Return each of the entries below word for word.

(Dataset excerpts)
___

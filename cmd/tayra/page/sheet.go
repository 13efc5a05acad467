package page

import (
	"html/template"
	"maps"
	"regexp"
	"strconv"
	"strings"
	"sync"

	"tayra/dose"
	"tayra/metabolic"
	"tayra/reports"
)

// sheet is a worksheet with what its templates need beside it. Its fields are
// places of the record; how they are said is reports.Wording.
type sheet struct {
	*dose.Worksheet
	Model  *dose.ModelDraft // that the draft was taken from
	Strip  *strip
	Course *course
	Digest string
}

func newSheet(ws *dose.Worksheet) *sheet {
	v := &sheet{Worksheet: ws, Digest: reports.RecordDigest(ws)}
	if f := ws.DraftedFrom; f != nil && f.Index >= 0 && f.Index < len(ws.Drafts) {
		v.Model = &ws.Drafts[f.Index]
	}
	v.Strip = newStrip(v)
	v.Course = newCourse(ws)
	return v
}

// announcement is what is read out when the worksheet is there. It holds no
// dose: that stands nowhere without its range.
func (v *sheet) announcement() string {
	if v.Drafted == nil {
		return "STOP: no dose is drafted. The reason stands in the box."
	}
	return "The draft is there. " + wording[func(*dose.Worksheet) string]("worst")(v.Worksheet)
}

// wording is one function of reports.Wording, where a template does not call it.
func wording[F any](name string) F { return sayings()[name].(F) }

var sayings = sync.OnceValue(reports.Wording)

func stopWords(c *dose.Caution) string { return wording[func(*dose.Caution) string]("stop")(c) }

// Final says whether a stop stands whatever the reason.
func (v *sheet) Final() bool {
	for i := range v.Cautions {
		if c := &v.Cautions[i]; c.Level == dose.Stop && dose.CannotOverride(c.Slug) {
			return true
		}
	}
	return false
}

// Unit is that of the drafted model's doses.
func (v *sheet) Unit() string {
	if v.Model == nil {
		return "mg/kg"
	}
	return v.Model.Unit
}

// About is the line below the patient's name.
func (v *sheet) About() string {
	p := &v.Patient
	var parts []string
	if p.Stage != "" {
		parts = append(parts, p.Stage)
	}
	parts = append(parts, wording[func([]string) []string]("conditions")(p.Condition)...)
	if p.TemperatureC != nil {
		parts = append(parts, "body "+metabolic.FormatCelsius(metabolic.Celsius(*p.TemperatureC)))
	}
	if a := p.AdultMassKg; a != nil {
		parts = append(parts, "adults weigh "+wording[func(low, high float64) string]("massRange")(a[0], a[1]))
	}
	switch p.FoodProducing {
	case "true":
		parts = append(parts, "food-producing")
	case "false":
		parts = append(parts, "not food-producing")
	}
	return strings.Join(parts, ", ")
}

// StepsInOrder are the drafts with their steps, the drafted one first.
func (v *sheet) StepsInOrder() []*dose.ModelDraft {
	var out []*dose.ModelDraft
	if v.Model != nil {
		out = append(out, v.Model)
	}
	for i := range v.Drafts {
		if d := &v.Drafts[i]; d != v.Model {
			out = append(out, d)
		}
	}
	return out
}

// StepSource is the source of a step: a whole citation once, then the step that
// has it.
func (v *sheet) StepSource(d *dose.ModelDraft, i int) string {
	source := d.Steps[i].Source
	if source == "definition" {
		return ""
	}
	for k := range d.Steps[:i] {
		if d.Steps[k].Source == source && source != "" {
			return "as in step " + strconv.Itoa(k+1)
		}
	}
	return source
}

// DraftedPlan is the plan of a draft that it is drafted by; nil after a stop.
func (v *sheet) DraftedPlan(d *dose.ModelDraft) *dose.Plan {
	for i := range d.Plans {
		if d.Plans[i].Name == d.Plan {
			return &d.Plans[i]
		}
	}
	return nil
}

// HasTemperature says whether the patient has just this body temperature.
func (v *sheet) HasTemperature(t float64) bool {
	return v.Patient.TemperatureC != nil && *v.Patient.TemperatureC == t
}

// IsDrafted says whether a curve is the drafted regimen's.
func (v *sheet) IsDrafted(c dose.Curve) bool { return v.Drafted != nil && c.Name == v.Drafted.Plan }

// Level says a concentration in the unit of the curves: an amount per litre, or
// a number where no volume of distribution is known.
func (v *sheet) Level(c float64) string {
	if v.Relative() != "" {
		return metabolic.Significant(c, 3)
	}
	var unit metabolic.AmountUnit
	if strings.HasPrefix(v.Unit(), "IU") {
		unit = metabolic.InternationalUnit
	}
	return metabolic.FormatConcentration(metabolic.Concentration{Value: c, Unit: unit})
}

// Relative says what concentrations are relative to, "" when they are absolute.
func (v *sheet) Relative() string {
	if len(v.Curves) == 0 || !strings.Contains(v.Curves[0].Unit, "times") {
		return ""
	}
	return "Concentrations are given as " + v.Curves[0].Unit + "."
}

// Infusion says whether the draft runs on a pump.
func (v *sheet) Infusion() bool { return v.Model != nil && v.Model.Kind == "infusion" }

// PlanAmounts are the amounts of the model's plans, in one unit.
func (v *sheet) PlanAmounts() []string {
	say := wording[func(*dose.ModelDraft) func(dose.Pair) string]("amountsOfPlans")(v.Model)
	var out []string
	for i := range v.Model.Plans {
		out = append(out, say(v.Model.Plans[i].PerAdministration))
	}
	return out
}

// TemperatureAmounts are the amounts at other body temperatures, in one unit.
func (v *sheet) TemperatureAmounts() []string {
	say := wording[func([]dose.TemperatureLine, string) func(dose.Pair) string]("amountsByTemperature")(v.Temperature, v.Unit())
	var out []string
	for i := range v.Temperature {
		out = append(out, say(v.Temperature[i].Amount))
	}
	return out
}

// Daily says two daily amounts per kg as a range; unit is that of the dose.
func (v *sheet) Daily(low, high float64, unit string) string {
	return wording[func(*dose.Pair, string) string]("dailyPair")(&dose.Pair{low, high}, unit)
}

func massOf(kg float64) string { return metabolic.FormatMass(metabolic.Mass(kg)) }

// funcs are the functions of the templates: the wording of the reports, and the
// few that are of a page's own.
func funcs() template.FuncMap {
	m := template.FuncMap(maps.Clone(sayings()))
	m["id"] = idOf
	m["glue"] = glue
	m["massKg"] = massOf
	m["celsius"] = func(t float64) string { return metabolic.FormatCelsius(metabolic.Celsius(t)) }
	m["power"] = func(w float64) string { return metabolic.FormatPower(metabolic.Power(w)) }
	m["ratio"] = metabolic.FormatRatio
	m["figure"] = func(n int, v float64) string { return metabolic.Significant(v, n) }
	m["percent"] = func(p float64) string { return metabolic.FormatPercent(p / 100) }
	m["inc"] = func(i int) int { return i + 1 }
	m["perDay"] = func(unit string) string { return strings.TrimSuffix(unit, "/day") }
	m["recalled"] = func(s dose.SourceLine) string {
		if s.Memory && !strings.Contains(s.Citation, "memory") {
			return " (from memory)"
		}
		return ""
	}
	m["float"] = func(n int) float64 { return float64(n) }
	m["at"] = func(path, place string) string { return strings.Replace(path, "#", place, 1) }
	m["dict"] = dict
	return m
}

// dict gives a template several values under names.
func dict(pairs ...any) map[string]any {
	m := make(map[string]any, len(pairs)/2)
	for i := 0; i+1 < len(pairs); i += 2 {
		m[pairs[i].(string)] = pairs[i+1]
	}
	return m
}

// numberAndUnit is a number with what stands behind it.
var numberAndUnit = regexp.MustCompile(`([0-9]) ([^\s0-9])`)

// glue keeps a number and its unit on one line.
func glue(s string) string { return numberAndUnit.ReplaceAllString(s, "$1\u00a0$2") }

___

Response area -
filename cmd/tayra/page/sheet.go
repository 13efc5a05acad467
package page

import (
	"html/template"
	"maps"
	"regexp"
	"strconv"
	"strings"
	"sync"

	"tayra/dose"
	"tayra/metabolic"
	"tayra/reports"
)

// sheet is a worksheet with what its templates need beside it. Its fields are
// places of the record; how they are said is reports.Wording.
type sheet struct {
	*dose.Worksheet
	Model  *dose.ModelDraft // that the draft was taken from
	Strip  *strip
	Course *course
	Digest string
}

func newSheet(ws *dose.Worksheet) *sheet {
	v := &sheet{Worksheet: ws, Digest: reports.RecordDigest(ws)}
	if f := ws.DraftedFrom; f != nil && f.Index >= 0 && f.Index < len(ws.Drafts) {
		v.Model = &ws.Drafts[f.Index]
	}
	v.Strip = newStrip(v)
	v.Course = newCourse(ws)
	return v
}

// announcement is what is read out when the worksheet is there. It holds no
// dose: that stands nowhere without its range.
func (v *sheet) announcement() string {
	if v.Drafted == nil {
		return "STOP: no dose is drafted. The reason stands in the box."
	}
	return "The draft is there. " + wording[func(*dose.Worksheet) string]("worst")(v.Worksheet)
}

// wording is one function of reports.Wording, where a template does not call it.
func wording[F any](name string) F { return sayings()[name].(F) }

var sayings = sync.OnceValue(reports.Wording)

func stopWords(c *dose.Caution) string { return wording[func(*dose.Caution) string]("stop")(c) }

// Final says whether a stop stands whatever the reason.
func (v *sheet) Final() bool {
	for i := range v.Cautions {
		if c := &v.Cautions[i]; c.Level == dose.Stop && dose.CannotOverride(c.Slug) {
			return true
		}
	}
	return false
}

// Unit is that of the drafted model's doses.
func (v *sheet) Unit() string {
	if v.Model == nil {
		return "mg/kg"
	}
	return v.Model.Unit
}

// About is the line below the patient's name.
func (v *sheet) About() string {
	p := &v.Patient
	var parts []string
	if p.Stage != "" {
		parts = append(parts, p.Stage)
	}
	parts = append(parts, wording[func([]string) []string]("conditions")(p.Condition)...)
	if p.TemperatureC != nil {
		parts = append(parts, "body "+metabolic.FormatCelsius(metabolic.Celsius(*p.TemperatureC)))
	}
	if a := p.AdultMassKg; a != nil {
		parts = append(parts, "adults weigh "+wording[func(low, high float64) string]("massRange")(a[0], a[1]))
	}
	switch p.FoodProducing {
	case "true":
		parts = append(parts, "food-producing")
	case "false":
		parts = append(parts, "not food-producing")
	}
	return strings.Join(parts, ", ")
}

// StepsInOrder are the drafts with their steps, the drafted one first.
func (v *sheet) StepsInOrder() []*dose.ModelDraft {
	var out []*dose.ModelDraft
	if v.Model != nil {
		out = append(out, v.Model)
	}
	for i := range v.Drafts {
		if d := &v.Drafts[i]; d != v.Model {
			out = append(out, d)
		}
	}
	return out
}

// StepSource is the source of a step: a whole citation once, then the step that
// has it.
func (v *sheet) StepSource(d *dose.ModelDraft, i int) string {
	source := d.Steps[i].Source
	if source == "definition" {
		return ""
	}
	for k := range d.Steps[:i] {
		if d.Steps[k].Source == source && source != "" {
			return "as in step " + strconv.Itoa(k+1)
		}
	}
	return source
}

// DraftedPlan is the plan of a draft that it is drafted by; nil after a stop.
func (v *sheet) DraftedPlan(d *dose.ModelDraft) *dose.Plan {
	for i := range d.Plans {
		if d.Plans[i].Name == d.Plan {
			return &d.Plans[i]
		}
	}
	return nil
}

// HasTemperature says whether the patient has just this body temperature.
func (v *sheet) HasTemperature(t float64) bool {
	return v.Patient.TemperatureC != nil && *v.Patient.TemperatureC == t
}

// IsDrafted says whether a curve is the drafted regimen's.
func (v *sheet) IsDrafted(c dose.Curve) bool { return v.Drafted != nil && c.Name == v.Drafted.Plan }

// Level says a concentration in the unit of the curves: an amount per litre, or
// a number where no volume of distribution is known.
func (v *sheet) Level(c float64) string {
	if v.Relative() != "" {
		return metabolic.Significant(c, 3)
	}
	var unit metabolic.AmountUnit
	if strings.HasPrefix(v.Unit(), "IU") {
		unit = metabolic.InternationalUnit
	}
	return metabolic.FormatConcentration(metabolic.Concentration{Value: c, Unit: unit})
}

// Relative says what concentrations are relative to, "" when they are absolute.
func (v *sheet) Relative() string {
	if len(v.Curves) == 0 || !strings.Contains(v.Curves[0].Unit, "times") {
		return ""
	}
	return "Concentrations are given as " + v.Curves[0].Unit + "."
}

// Infusion says whether the draft runs on a pump.
func (v *sheet) Infusion() bool { return v.Model != nil && v.Model.Kind == "infusion" }

// PlanAmounts are the amounts of the model's plans, in one unit.
func (v *sheet) PlanAmounts() []string {
	say := wording[func(*dose.ModelDraft) func(dose.Pair) string]("amountsOfPlans")(v.Model)
	var out []string
	for i := range v.Model.Plans {
		out = append(out, say(v.Model.Plans[i].PerAdministration))
	}
	return out
}

// TemperatureAmounts are the amounts at other body temperatures, in one unit.
func (v *sheet) TemperatureAmounts() []string {
	say := wording[func([]dose.TemperatureLine, string) func(dose.Pair) string]("amountsByTemperature")(v.Temperature, v.Unit())
	var out []string
	for i := range v.Temperature {
		out = append(out, say(v.Temperature[i].Amount))
	}
	return out
}

// Daily says two daily amounts per kg as a range; unit is that of the dose.
func (v *sheet) Daily(low, high float64, unit string) string {
	return wording[func(*dose.Pair, string) string]("dailyPair")(&dose.Pair{low, high}, unit)
}

func massOf(kg float64) string { return metabolic.FormatMass(metabolic.Mass(kg)) }

// funcs are the functions of the templates: the wording of the reports, and the
// few that are of a page's own.
func funcs() template.FuncMap {
	m := template.FuncMap(maps.Clone(sayings()))
	m["id"] = idOf
	m["glue"] = glue
	m["massKg"] = massOf
	m["celsius"] = func(t float64) string { return metabolic.FormatCelsius(metabolic.Celsius(t)) }
	m["power"] = func(w float64) string { return metabolic.FormatPower(metabolic.Power(w)) }
	m["ratio"] = metabolic.FormatRatio
	m["figure"] = func(n int, v float64) string { return metabolic.Significant(v, n) }
	m["percent"] = func(p float64) string { return metabolic.FormatPercent(p / 100) }
	m["inc"] = func(i int) int { return i + 1 }
	m["perDay"] = func(unit string) string { return strings.TrimSuffix(unit, "/day") }
	m["recalled"] = func(s dose.SourceLine) string {
		if s.Memory && !strings.Contains(s.Citation, "memory") {
			return " (from memory)"
		}
		return ""
	}
	m["float"] = func(n int) float64 { return float64(n) }
	m["at"] = func(path, place string) string { return strings.Replace(path, "#", place, 1) }
	m["dict"] = dict
	return m
}

// dict gives a template several values under names.
func dict(pairs ...any) map[string]any {
	m := make(map[string]any, len(pairs)/2)
	for i := 0; i+1 < len(pairs); i += 2 {
		m[pairs[i].(string)] = pairs[i+1]
	}
	return m
}

// numberAndUnit is a number with what stands behind it.
var numberAndUnit = regexp.MustCompile(`([0-9]) ([^\s0-9])`)

// glue keeps a number and its unit on one line.
func glue(s string) string { return numberAndUnit.ReplaceAllString(s, "$1\u00a0$2") }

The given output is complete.